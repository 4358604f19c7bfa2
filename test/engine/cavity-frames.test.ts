/**
 * A detuned cavity's ports are in the frame of the drive laser's carrier, its mode in the frame
 * of its own mean field ā (src/components/cavity.ts). Checked against the steady state
 * ā = √κ_in ā_in/(κ/2 − iΔ) and the linearized Langevin equation
 * δȧ = (iΔ − κ/2)δa + √κ_in δa_in + iGā·x (Aspelmeyer, Kippenberg & Marquardt, Rev. Mod. Phys.
 * 86, 1391 (2014), Sec. II.B and III; ω_c(x) = ω_c − Gx, Δ = ω_L − ω_c, d/dt → −iΩ), written
 * with ā complex in the laser's frame, and against the laser's intensity-noise term.
 * Two-photon quadratures: δa = (q1 + iq2)/√2 with vacuum one-sided PSD 1 (Caves & Schumaker 1985).
 */
import { beforeAll, describe, expect, it } from "vitest";
import { HBAR, SPEED_OF_LIGHT } from "../../src/constants";
import { evaluate, loadSetup, prepare } from "../../src/pipeline";
import type { ComponentDescription, SetupDescription } from "../../src/setup/format";
import { assemble } from "../../src/setup/assemble";
import { expectAllClose } from "../helpers/close";
import { loadMathjs, type MathComplex as Complex, type MathJs, type MathMatrix as Matrix } from "../helpers/mathjs";
import { cavityReadout, setup, sumTerms } from "../helpers/setups";

const WAVELENGTH = 1064e-9;
const OMEGA_L = (2 * Math.PI * SPEED_OF_LIGHT) / WAVELENGTH;
const LINEWIDTH = 2e5; // Hz, FWHM
const KAPPA = 2 * Math.PI * LINEWIDTH;
const POWER = 1e-6; // W: weak, so that the red-detuned optical spring keeps the body stable
const grid = { from: "50 kHz", to: "2 MHz", points: 121 };
const FREQUENCIES = [1e4, 1.3e5, 4e5, 2e6];

function detunedCavity(detuning: number, o: { light?: ComponentDescription; angle?: string; inputCoupling?: number } = {}): SetupDescription {
  return {
    ...cavityReadout({
      body: { mass: "1e-9 kg", frequency: "1e5 Hz", Q: 1e5, temperature: "0 K" },
      cavity: { linewidth: `${LINEWIDTH} Hz`, wavelength: "1064 nm", length: "0.01 m", power: `${POWER} W`, detuning: `${detuning} Hz`, inputCoupling: o.inputCoupling ?? 1 },
      referTo: "displacement",
      ...(o.light ? { light: o.light } : {}),
      ...(o.angle ? { angle: o.angle } : {}),
    }),
    grid,
  };
}

describe("a detuned cavity's incoming light is in the drive laser's frame", () => {
  it("a coherent source's amplitudeExcess gives the budget of the laser intensity term of the same PSD (1e-12), at any readout angle", () => {
    // Both are the same noise on the drive's amplitude quadrature: RIN S_RIN adds P·S_RIN/(2ħω) to it
    // (shot noise 2ħωP of a coherent beam, Caves, Phys. Rev. D 23, 1693 (1981); the excess form is
    // common practice). Before the ports were put in the laser's frame the two differed when detuned.
    const rinAsd = 3e-7;
    const excess = (POWER * rinAsd ** 2) / (2 * HBAR * OMEGA_L);
    for (const detuning of [-0.7 * LINEWIDTH, -0.25 * LINEWIDTH]) {
      for (const angle of ["90 deg", "35 deg"]) {
        const base = detunedCavity(detuning, { angle });
        const withRin = {
          ...base,
          classicalNoise: [
            {
              name: "rin",
              enters: "laser intensity",
              on: "cavity",
              spectrum: {
                unit: "1/√Hz",
                points: [
                  [1, rinAsd],
                  [1e8, rinAsd],
                ] as [number, number][],
              },
            },
          ],
        };
        const noisy = evaluate(prepare(withRin)).budget;
        const excessLight = detunedCavity(detuning, { angle, light: { name: "light", type: "coherent", params: { amplitudeExcess: `${10 * Math.log10(1 + excess)} dB` } } });
        const reference = evaluate(prepare(excessLight)).budget;
        const at = `Δ = ${detuning / LINEWIDTH} FWHM, angle ${angle}`;
        expectAllClose(noisy.total, reference.total, 1e-12, `total, ${at}`);
        expectAllClose(sumTerms(noisy.terms, "light: amplitude", "rin"), sumTerms(reference.terms, "light: amplitude"), 1e-12, `amplitude quadrature, ${at}`);
        expectAllClose(sumTerms(noisy.terms, "light: phase"), sumTerms(reference.terms, "light: phase"), 1e-12, `phase quadrature, ${at}`);
      }
    }
  });

  describe("with mathjs complex arithmetic", () => {
    let math: MathJs;
    beforeAll(async () => {
      math = await loadMathjs();
    });
    const c = (re: number, im: number) => math.complex(re, im);
    const div = (a: Complex, b: Complex) => math.divide(a, b) as Complex;
    const relativeError = (got: Complex, want: Complex) => {
      const d = math.subtract(got, want) as Complex;
      return Math.hypot(d.re, d.im) / Math.hypot(want.re, want.im);
    };

    it("the source's amplitude and phase quadratures drive the intracavity photon number as the laser-frame steady state says", () => {
      // Drive a_in = ā_in(1 + ε/2 + iφ) with ā_in = √(P/ħω_L) real, ε/2 = q1/(√2ā_in), φ = q2/(√2ā_in).
      // Linearizing δn = ā*δa + ā δa* with ā = √κ_in ā_in/(κ/2 − iΔ) gives, derived by hand,
      //   δn/n = [q1 (p + q) + i q2 (p − q)]/(√2 ā_in),  p = (κ/2 − iΔ)/(κ/2 − iΔ − iΩ), q = (κ/2 + iΔ)/(κ/2 + iΔ − iΩ).
      // The radiation-pressure force is ħG·δn (same source, Sec. III), so this is the force the drive's
      // noise exerts. The model's cavity block gives δn/n = √2·δa1/√n (quadratures of the real mean field).
      for (const detuning of [-0.7 * LINEWIDTH, 0.3 * LINEWIDTH]) {
        const delta = 2 * Math.PI * detuning;
        const { model } = assemble(loadSetup(detunedCavity(detuning)));
        const mode = model.modes.find((m) => m.owner === "cavity")!;
        const amplitudeColumn = model.inputs.findIndex((i) => i.owner === "light");
        const at = (r: number, k: number) => model.A[r * model.nStates + k];
        const photons = (KAPPA * POWER) / (HBAR * OMEGA_L * (KAPPA ** 2 / 4 + delta ** 2));
        const aIn = Math.sqrt(POWER / (HBAR * OMEGA_L));
        for (const f of FREQUENCIES) {
          const w = 2 * Math.PI * f;
          const block = math.matrix([
            [c(-at(mode.x, mode.x), -w), c(-at(mode.x, mode.p), 0)],
            [c(-at(mode.p, mode.x), 0), c(-at(mode.p, mode.p), -w)],
          ]);
          const p = div(c(KAPPA / 2, -delta), c(KAPPA / 2, -delta - w));
          const q = div(c(KAPPA / 2, delta), c(KAPPA / 2, delta - w));
          const expected = [math.add(p, q) as Complex, math.multiply(c(0, 1), math.subtract(p, q)) as Complex];
          for (const [k, name] of [
            [0, "amplitude"],
            [1, "phase"],
          ] as const) {
            const column = amplitudeColumn + k;
            const b = [[model.B[mode.x * model.nInputs + column]], [model.B[mode.p * model.nInputs + column]]];
            const delta1 = (math.lusolve(block, b) as Matrix).get([0, 0]) as Complex;
            const engine = math.multiply(delta1, Math.SQRT2 / Math.sqrt(photons)) as Complex;
            const want = math.divide(expected[k], Math.SQRT2 * aIn) as Complex;
            expect(relativeError(engine, want), `δn/n per ${name} quadrature, Δ = ${detuning / LINEWIDTH} FWHM, ${f} Hz`).toBeLessThan(1e-12);
          }
        }
      }
    });

    it("the reflected light is read in the drive laser's frame: the body's signal splits between the quadratures as δa_out = −√κ_in δa says", () => {
      // δa(Ω) = iGā x(Ω)/(κ/2 − iΔ − iΩ) with ā ∝ 1/(κ/2 − iΔ) in the laser's frame, δa_out = −√κ_in δa.
      // Quadratures q1 = (U + W)/√2, q2 = (U − W)/(i√2) with U = δa_out(Ω), W = δa_out(−Ω)* (x real), so
      //   q2/q1 = (u − v)/(i(u + v)),  u = iā/(κ/2 − iΔ − iΩ),  v = −iā*/(κ/2 + iΔ − iΩ),
      // whatever the body's response x(Ω) (optical spring included). Undercoupled, so that the
      // reflected carrier's own phase differs from the laser's too.
      for (const detuning of [-0.7 * LINEWIDTH, 0.3 * LINEWIDTH]) {
        const delta = 2 * Math.PI * detuning;
        const quadrature =
          (angle: string) =>
          (f: number): Complex => {
            const { model } = assemble(loadSetup(detunedCavity(detuning, { angle, inputCoupling: 0.4 })));
            const n = model.nStates;
            const w = 2 * Math.PI * f;
            const m = math.matrix(Array.from({ length: n }, (_, i) => Array.from({ length: n }, (_, j) => c(-model.A[i * n + j], i === j ? -w : 0))));
            const z = math.lusolve(
              m,
              Array.from(model.signalB, (v) => [v]),
            ) as Matrix;
            const row = model.outputs.findIndex((o) => o.owner === "detector");
            let y = c(model.signalD[row], 0);
            for (let j = 0; j < n; j++) y = math.add(y, math.multiply(z.get([j, 0]) as Complex, model.C[row * n + j])) as Complex;
            return y;
          };
        const q1 = quadrature("0 deg");
        const q2 = quadrature("90 deg");
        const meanField = div(c(1, 0), c(KAPPA / 2, -delta));
        for (const f of FREQUENCIES) {
          const w = 2 * Math.PI * f;
          const u = div(math.multiply(c(0, 1), meanField) as Complex, c(KAPPA / 2, -delta - w));
          const v = div(math.multiply(c(0, -1), math.conj(meanField)) as Complex, c(KAPPA / 2, delta - w));
          const want = div(math.subtract(u, v) as Complex, math.multiply(c(0, 1), math.add(u, v)) as Complex);
          const got = div(q2(f), q1(f));
          expect(relativeError(got, want), `q2/q1, Δ = ${detuning / LINEWIDTH} FWHM, ${f} Hz`).toBeLessThan(1e-9);
        }
      }
    });
  });

  it("a mean field alone changes nothing the detector sees: squeezed light through a driven detuned cavity with no body equals the undriven filter (1e-12)", () => {
    // A linear cavity without mechanics responds to its fluctuations whatever its carrier (the
    // Langevin equation above without the x term does not contain ā): the port frames must cancel.
    // Common practice, no source beyond that equation.
    const throughCavity = (drive: Record<string, string>) =>
      setup(
        [
          { name: "light", type: "squeezed", params: { squeezing: "-8 dB", angle: "30 deg" } },
          { name: "filter", type: "cavity", params: { linewidth: `${LINEWIDTH} Hz`, detuning: `${-0.6 * LINEWIDTH} Hz`, inputCoupling: 0.8, ...drive } },
          { name: "body", type: "free-mass", params: { mass: "1 g" } },
          { name: "probe", type: "position-probe", params: { power: "1 mW" } },
          { name: "detector", type: "homodyne", params: { angle: "70 deg" } },
        ],
        [
          ["light.out", "filter.in"],
          ["filter.out", "probe.in"],
          ["probe.out", "detector.in"],
          ["probe.mechanics", "body.body"],
        ],
        { grid: { from: "10 kHz", to: "1 MHz", points: 41 } },
      );
    const driven = evaluate(prepare(throughCavity({ power: "5 mW" }))).budget;
    const undriven = evaluate(prepare(throughCavity({}))).budget;
    expectAllClose(driven.total, undriven.total, 1e-12, "total");
    expectAllClose(sumTerms(driven.terms, "light"), sumTerms(undriven.terms, "light"), 1e-12, "squeezed light");
  });
});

::::::

◆ AIM OF THE TASK ◆
For each line above that contains the word "undriven", copy that line.

◆ TASK RESULT ◆
  it("a mean field alone changes nothing the detector sees: squeezed light through a driven detuned cavity with no body equals the undriven filter (1e-12)", () => {
    const undriven = evaluate(prepare(throughCavity({}))).budget;
    expectAllClose(driven.total, undriven.total, 1e-12, "total");
    expectAllClose(sumTerms(driven.terms, "light"), sumTerms(undriven.terms, "light"), 1e-12, "squeezed light");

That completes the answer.